The aim of the study was to isolate and characterize a population of neuronal progenitors in HUCB mononuclear cell (MNC) fraction, for in vitro manipulation towards neuronal differentiation. Selection of the HUCB neuronal progenitors (HUCBNPs) was based on the neuronal prerequisite for adherence to collagen. Populations of collagen-adherent, nestin-positive (94.8+/-2.9%) progenitors expressing alpha1/2 integrin receptors, as revealed by Western blot and adhesion assay using selective antagonists, were isolated and survived for more than 14 days. In vitro differentiation of the HUCBNPs was achieved by treatment with 10% human SH-SY5Y neuroblastoma cell-conditioning media (CM) supplemented with 10 ng/ml nerve growth factor (NGF). Some 83+/-8.2% of the surviving progenitors acquired a neuronal-like morphology, expressed by cellular outgrowths of different lengths. About 35+/-6% of the HUCBNPs had long outgrowths with a length/cell diameter ratio greater than 2, typical of developing neurons.

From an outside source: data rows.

def test_regions_and_fields_are_drawn(chart: AngleChart) -> None:
    found = flat_map(100.0)
    chart.show_map(found, all_in(State.PERMITTED, found))
    plain = chart.picture(640, 480)
    chart.show_kept(shapely.box(-60.0, -60.0, 60.0, 60.0))
    kept = chart.picture(640, 480)
    assert kept != plain
    chart.show_fields([
        ChartField("Field 1", ((30.0, 10.0),), State.PERMITTED),
        ChartField("Arc 2", ((-120.0, -40.0), (60.0, -40.0)), State.SHORT),
        ChartField("nothing", (), None),
    ])  # fmt: skip
    with_fields = chart.picture(640, 480)
    at = place_of(chart, 30.0, 10.0).toPoint()
    assert with_fields.pixelColor(at).name() == LIGHT.accent
    x, y = place_of(chart, 60.0, -40.0).toPoint().toTuple()
    assert LIGHT.marked in {with_fields.pixelColor(x + i, y + i).name() for i in range(-3, 4)}


def test_the_pose_is_marked_at_its_place(chart: AngleChart) -> None:
    chart.show_map(flat_map(100.0), None)
    before = chart.grab().toImage()
    chart.set_pose(30.0, -20.0)
    after = chart.grab().toImage()
    at = place_of(chart, 30.0, -20.0).toPoint()
    ring = [after.pixelColor(at.x() + x, at.y()).name() for x in range(-9, 10)]
    assert LIGHT.accent in ring
    assert before.pixelColor(at.x() + 6, at.y()) != after.pixelColor(at.x() + 6, at.y())


def test_a_move_of_the_pose_paints_no_map_again(chart: AngleChart, monkeypatch: pytest.MonkeyPatch) -> None:
    chart.show_map(flat_map(100.0), None)
    chart.grab()
    painted = []
    monkeypatch.setattr(module, "paint_plot", lambda *_: painted.append("plot"))
    monkeypatch.setattr(module, "paint_surround", lambda *_: painted.append("surround"))
    for gantry in range(5):
        chart.set_pose(float(gantry), 0.0)
        chart.grab()
    assert painted == []
    chart.show_map(flat_map(90.0), None)
    chart.grab()
    assert painted == ["plot"]


def test_contours_of_a_large_map_wait_for_rest(chart: AngleChart, qtbot: QtBot) -> None:
    def slope(gantry: Array, couch: Array) -> Array:
        return np.asarray(120.0 + 0.5 * gantry + 0.2 * couch)

    chart.show_map(flat_map(slope, 1.0), None)
    assert chart._content.contours.levels == ()
    qtbot.waitUntil(lambda: chart._content.contours.levels != ())
    levels = dict(chart._content.contours.levels)
    for level, lines in levels.items():
        for line in lines:
            assert np.allclose(slope(line[:, 0], line[:, 1]), level, atol=0.2)
    assert levels[100.0]
    for line in chart._content.contours.required:
        assert np.allclose(slope(line[:, 0], line[:, 1]), REQUIRED_MM, atol=0.2)
    assert chart._content.contours.required
    found = flat_map(slope, 2.0)
    chart.show_map(found, None)
    qtbot.waitUntil(lambda: chart._content.contours.levels != ())
    at_rest = chart._content.contours
    # Proved states change no clearance, so the lines stay.
    chart.show_map(found, all_in(State.PERMITTED, found))
    assert chart._content.contours is at_rest


def test_a_coarse_map_has_no_contours(chart: AngleChart) -> None:
    chart.show_map(flat_map(lambda gantry, couch: 150.0 + gantry + couch, 4.0), None)
    assert chart._content.contours.levels == ()
    assert not chart._rest.isActive()


def test_states_of_another_shape_are_refused(chart: AngleChart) -> None:
    with pytest.raises(ValueError, match=r"state has the shape \(1, 2\)"):
        chart.show_map(flat_map(100.0), np.zeros((1, 2), np.int8))


# Where things are.


@pytest.mark.parametrize("size", [(420, 300), (640, 480), (1200, 900), (360, 260)])
@pytest.mark.parametrize("own", [Readout(), OWN])
def test_nothing_is_cut_off(chart: AngleChart, size: tuple[int, int], own: Readout) -> None:
    chart.resize(*size)
    chart.set_readouts(own, own)
    chart.show_kept(WHOLE)
    frame = chart.frame()
    metrics = QFontMetricsF(frame.small)
    whole = QRectF(0.0, 0.0, *size)
    boxes = [
        QRectF(at.x(), at.y() - metrics.height() / 2.0, SAMPLE[0] + 5.0 + metrics.horizontalAdvance(item.label), 12.0)
        for at, item in frame.legend
    ]
    assert [item.label.split(",")[0].split(" ")[0] for _, item in frame.legend] == [
        "permitted", "clearance", "kept", "short", "unproved", "contact", "no",
    ]  # fmt: skip
    assert all(whole.contains(box) for box in boxes)
    assert not any(a.intersects(b) for i, a in enumerate(boxes) for b in boxes[i + 1 :])
    assert min(box.top() for box in boxes) >= frame.plot.bottom() + 2.0 * metrics.height()
    assert whole.contains(frame.plot)
    assert frame.plot.width() > 0.5 * size[0]
    assert frame.plot.height() > 0.4 * size[1]
    words = metrics.horizontalAdvance("≥ 300") + metrics.height() + 7.0
    assert frame.scale.right() + words <= size[0]


def test_the_gantry_s_place_is_told(chart: AngleChart, qtbot: QtBot) -> None:
    with qtbot.waitSignal(chart.axis_moved) as caught:
        chart.resize(700, 500)
        chart.grab()
    plot = chart.frame().plot
    assert caught.args == [plot.left(), plot.right(), -185.0, 185.0]


def test_a_picture_has_the_size_and_theme_asked_for(chart: AngleChart) -> None:
    chart.show_map(flat_map(100.0), None)
    image = chart.picture(1800, 1240, DARK)
    assert (image.width(), image.height()) == (1800, 1240)
    assert image.devicePixelRatio() == 2.0
    assert image.pixelColor(2, 2) == QColor(DARK.canvas)
    assert chart.picture(400, 300).pixelColor(2, 2) == QColor(LIGHT.canvas)


# What a hand does.


def test_a_click_wants_its_pose_to_a_tenth_of_a_degree(chart: AngleChart) -> None:
    wanted = poses_of(chart)
    drag(chart, place_of(chart, 40.02, -30.01), place_of(chart, 40.02, -30.01))
    assert wanted[0] == pytest.approx((40.0, -30.0), abs=0.01)


def test_a_drag_is_held_to_the_travel(chart: AngleChart) -> None:
    wanted = poses_of(chart)
    drag(chart, place_of(chart, 0.0, 0.0), QPointF(2000.0, -500.0))
    assert wanted[0] == (0.0, 0.0)
    assert wanted[-1] == (185.0, 95.0)


def test_a_press_beside_the_plot_wants_nothing(chart: AngleChart) -> None:
    wanted = poses_of(chart)
    drag(chart, QPointF(3.0, 3.0), place_of(chart, 0.0, 0.0))
    assert wanted == []


@pytest.mark.parametrize(
    ("key", "shift", "expected"),
    [
        (Qt.Key.Key_Left, False, (9.0, 20.0)),
        (Qt.Key.Key_Right, False, (11.0, 20.0)),
        (Qt.Key.Key_Up, False, (10.0, 21.0)),
        (Qt.Key.Key_Down, True, (10.0, 19.9)),
        (Qt.Key.Key_Right, True, (10.1, 20.0)),
    ],
)
def test_arrow_keys_step(
    chart: AngleChart, qtbot: QtBot, key: Qt.Key, shift: bool, expected: tuple[float, float]
) -> None:
    chart.set_pose(10.0, 20.0)
    wanted = poses_of(chart)
    qtbot.keyClick(chart, key, Qt.KeyboardModifier.ShiftModifier if shift else NO_KEY)
    assert wanted == [expected]


def test_arrow_keys_end_with_the_travel(chart: AngleChart, qtbot: QtBot) -> None:
    chart.set_pose(184.5, -95.0)
    wanted = poses_of(chart)
    qtbot.keyClick(chart, Qt.Key.Key_Right)
    qtbot.keyClick(chart, Qt.Key.Key_Down)
    assert wanted == [(185.0, -95.0), (184.5, -95.0)]


def test_the_wheel_zooms_about_the_pointer_and_a_double_click_resets(chart: AngleChart) -> None:
    at = place_of(chart, 60.0, 30.0)
    wheel(chart, at, 5)
    frame = chart.frame()
    assert frame.across.window.extent < 200.0
    assert frame.across.angle_deg(at.x()) == pytest.approx(60.0)
    assert frame.upwards.angle_deg(at.y()) == pytest.approx(30.0)
    wheel(chart, at, 60)
    assert chart.frame().across.window.extent == pytest.approx(4.0)
    mouse(chart, QEvent.Type.MouseButtonDblClick, at, LEFT, LEFT)
    assert chart.frame().across.window.is_whole
    assert chart.frame().upwards.window.is_whole


def test_keys_zoom_about_the_pose(chart: AngleChart, qtbot: QtBot) -> None:
    chart.set_pose(60.0, 30.0)
    before = place_of(chart, 60.0, 30.0)
    for _ in range(4):
        qtbot.keyClick(chart, Qt.Key.Key_Plus)
    assert not chart.frame().across.window.is_whole
    after = place_of(chart, 60.0, 30.0)
    assert (after.x(), after.y()) == pytest.approx((before.x(), before.y()))
    qtbot.keyClick(chart, Qt.Key.Key_Minus)
    qtbot.keyClick(chart, Qt.Key.Key_Home)
    assert chart.frame().across.window.is_whole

The majority of these progenitors, analyzed by immunocytochemistry and/or RT-PCR, expressed common neuronal markers such as microtubule-associated protein 2 (MAP-2; 98.5+/-2%), neurotrophin receptor (TrkA; 98.5+/-0.06%), neurofillament-160 (NF-160; 94.2+/-1%), beta-tubulin III (89.8+/-4.2%) and neuron specific enolase (NSE). Combined CM and NGF treatment induced constitutive activation of the mitogen-activated protein kinases ERK2 (36-fold vs control), p38alpha (nine-fold vs control) and p38beta (23-fold vs control), most likely related to survival and/or differentiation.
The results point to operationally defined conditions for activating neuronal differentiation of HUCBNPs ex vivo and emphasize the crucial role of neuronal CM and NGF in this process.